▸ Activity
Nothing in the records below may change; print them all exactly.

▸ Provided records
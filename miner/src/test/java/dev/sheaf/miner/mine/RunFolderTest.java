package dev.sheaf.miner.mine;

import static org.junit.jupiter.api.Assertions.assertEquals;
import static org.junit.jupiter.api.Assertions.assertFalse;
import static org.junit.jupiter.api.Assertions.assertTrue;

import java.io.IOException;
import java.nio.channels.FileChannel;
import java.nio.file.Files;
import java.nio.file.Path;
import java.nio.file.StandardOpenOption;
import java.nio.file.attribute.FileTime;
import java.time.Instant;
import org.junit.jupiter.api.Test;
import org.junit.jupiter.api.io.TempDir;

/** A killed run's temporary folder is swept by the next run; a living run's never is. */
class RunFolderTest {
    @TempDir
    Path root;

    @Test
    void aFolderWhoseLockNobodyHoldsIsSweptAndALockedOneIsKept() throws IOException {
        // what kill -9 leaves: the folder and its lock file, the lock itself gone with the process
        Path dead = Files.createDirectory(root.resolve(RunFolder.PREFIX + "111"));
        Files.createFile(dead.resolve(RunFolder.LOCK));
        Files.write(dead.resolve("tokens-0.bin"), new byte[4096]);
        Path notOurs = Files.createDirectory(root.resolve("other-folder"));
        try (RunFolder alive = RunFolder.create(root)) {
            assertFalse(Files.exists(dead), "the dead run's folder is swept");
            assertTrue(Files.isDirectory(alive.dir));
            assertTrue(Files.exists(notOurs), "only our naming is swept");
            // a second run while the first lives: the first's folder stays
            try (RunFolder second = RunFolder.create(root)) {
                assertTrue(Files.isDirectory(alive.dir), "a living run's folder is never swept");
                assertTrue(Files.isDirectory(second.dir));
            }
            assertEquals(0, RunFolder.sweep(root));
            assertTrue(Files.isDirectory(alive.dir));
        }
        try (var s = Files.list(root)) {
            assertEquals(1, s.count(), "closing deletes the run's folder; only the other folder is left");
        }
    }

    @Test
    void aLockHeldByAnotherChannelMeansAlive() throws IOException {
        Path d = Files.createDirectory(root.resolve(RunFolder.PREFIX + "222"));
        try (FileChannel ch = FileChannel.open(d.resolve(RunFolder.LOCK), StandardOpenOption.CREATE, StandardOpenOption.WRITE);
             var lock = ch.lock()) {
            assertEquals(0, RunFolder.sweep(root));
            assertTrue(Files.isDirectory(d));
        }
        assertEquals(1, RunFolder.sweep(root));
        assertFalse(Files.exists(d));
    }

    @Test
    void aFolderWithoutALockIsSweptOnlyWhenOld() throws IOException {
        Path young = Files.createDirectory(root.resolve(RunFolder.PREFIX + "333"));
        Path old = Files.createDirectory(root.resolve(RunFolder.PREFIX + "444"));
        Files.setLastModifiedTime(old, FileTime.from(Instant.now().minus(RunFolder.UNLOCKED_AGE).minusSeconds(60)));
        assertEquals(1, RunFolder.sweep(root));
        assertTrue(Files.isDirectory(young), "a run may be about to take its lock");
        assertFalse(Files.exists(old));
    }
}
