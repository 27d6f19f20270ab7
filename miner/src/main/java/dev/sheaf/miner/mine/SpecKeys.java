package dev.sheaf.miner.mine;

import dev.sheaf.miner.text.Dimension;
import dev.sheaf.miner.text.Quantities;
import dev.sheaf.miner.text.Quantity;
import dev.sheaf.miner.text.Units;
import java.text.Normalizer;
import java.util.ArrayList;
import java.util.Collection;
import java.util.Comparator;
import java.util.EnumMap;
import java.util.HashMap;
import java.util.LinkedHashMap;
import java.util.List;
import java.util.Locale;
import java.util.Map;
import java.util.Objects;
import java.util.Optional;
import java.util.Set;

▸ Completed exercise
filename miner/src/test/java/dev/sheaf/miner/mine/RunFolderTest.java
package dev.sheaf.miner.mine;

import static org.junit.jupiter.api.Assertions.assertEquals;
import static org.junit.jupiter.api.Assertions.assertFalse;
import static org.junit.jupiter.api.Assertions.assertTrue;

import java.io.IOException;
import java.nio.channels.FileChannel;
import java.nio.file.Files;
import java.nio.file.Path;
import java.nio.file.StandardOpenOption;
import java.nio.file.attribute.FileTime;
import java.time.Instant;
import org.junit.jupiter.api.Test;
import org.junit.jupiter.api.io.TempDir;

/** A killed run's temporary folder is swept by the next run; a living run's never is. */
class RunFolderTest {
    @TempDir
    Path root;

    @Test
    void aFolderWhoseLockNobodyHoldsIsSweptAndALockedOneIsKept() throws IOException {
        // what kill -9 leaves: the folder and its lock file, the lock itself gone with the process
        Path dead = Files.createDirectory(root.resolve(RunFolder.PREFIX + "111"));
        Files.createFile(dead.resolve(RunFolder.LOCK));
        Files.write(dead.resolve("tokens-0.bin"), new byte[4096]);
        Path notOurs = Files.createDirectory(root.resolve("other-folder"));
        try (RunFolder alive = RunFolder.create(root)) {
            assertFalse(Files.exists(dead), "the dead run's folder is swept");
            assertTrue(Files.isDirectory(alive.dir));
            assertTrue(Files.exists(notOurs), "only our naming is swept");
            // a second run while the first lives: the first's folder stays
            try (RunFolder second = RunFolder.create(root)) {
                assertTrue(Files.isDirectory(alive.dir), "a living run's folder is never swept");
                assertTrue(Files.isDirectory(second.dir));
            }
            assertEquals(0, RunFolder.sweep(root));
            assertTrue(Files.isDirectory(alive.dir));
        }
        try (var s = Files.list(root)) {
            assertEquals(1, s.count(), "closing deletes the run's folder; only the other folder is left");
        }
    }

    @Test
    void aLockHeldByAnotherChannelMeansAlive() throws IOException {
        Path d = Files.createDirectory(root.resolve(RunFolder.PREFIX + "222"));
        try (FileChannel ch = FileChannel.open(d.resolve(RunFolder.LOCK), StandardOpenOption.CREATE, StandardOpenOption.WRITE);
             var lock = ch.lock()) {
            assertEquals(0, RunFolder.sweep(root));
            assertTrue(Files.isDirectory(d));
        }
        assertEquals(1, RunFolder.sweep(root));
        assertFalse(Files.exists(d));
    }

    @Test
    void aFolderWithoutALockIsSweptOnlyWhenOld() throws IOException {
        Path young = Files.createDirectory(root.resolve(RunFolder.PREFIX + "333"));
        Path old = Files.createDirectory(root.resolve(RunFolder.PREFIX + "444"));
        Files.setLastModifiedTime(old, FileTime.from(Instant.now().minus(RunFolder.UNLOCKED_AGE).minusSeconds(60)));
        assertEquals(1, RunFolder.sweep(root));
        assertTrue(Files.isDirectory(young), "a run may be about to take its lock");
        assertFalse(Files.exists(old));
    }
}
repository 27d6f19f20270ab7
filename miner/src/main/java/dev/sheaf/miner/mine/SpecKeys.java
package dev.sheaf.miner.mine;

import dev.sheaf.miner.text.Dimension;
import dev.sheaf.miner.text.Quantities;
import dev.sheaf.miner.text.Quantity;
import dev.sheaf.miner.text.Units;
import java.text.Normalizer;
import java.util.ArrayList;
import java.util.Collection;
import java.util.Comparator;
import java.util.EnumMap;
import java.util.HashMap;
import java.util.LinkedHashMap;
import java.util.List;
import java.util.Locale;
import java.util.Map;
import java.util.Objects;
import java.util.Optional;
import java.util.Set;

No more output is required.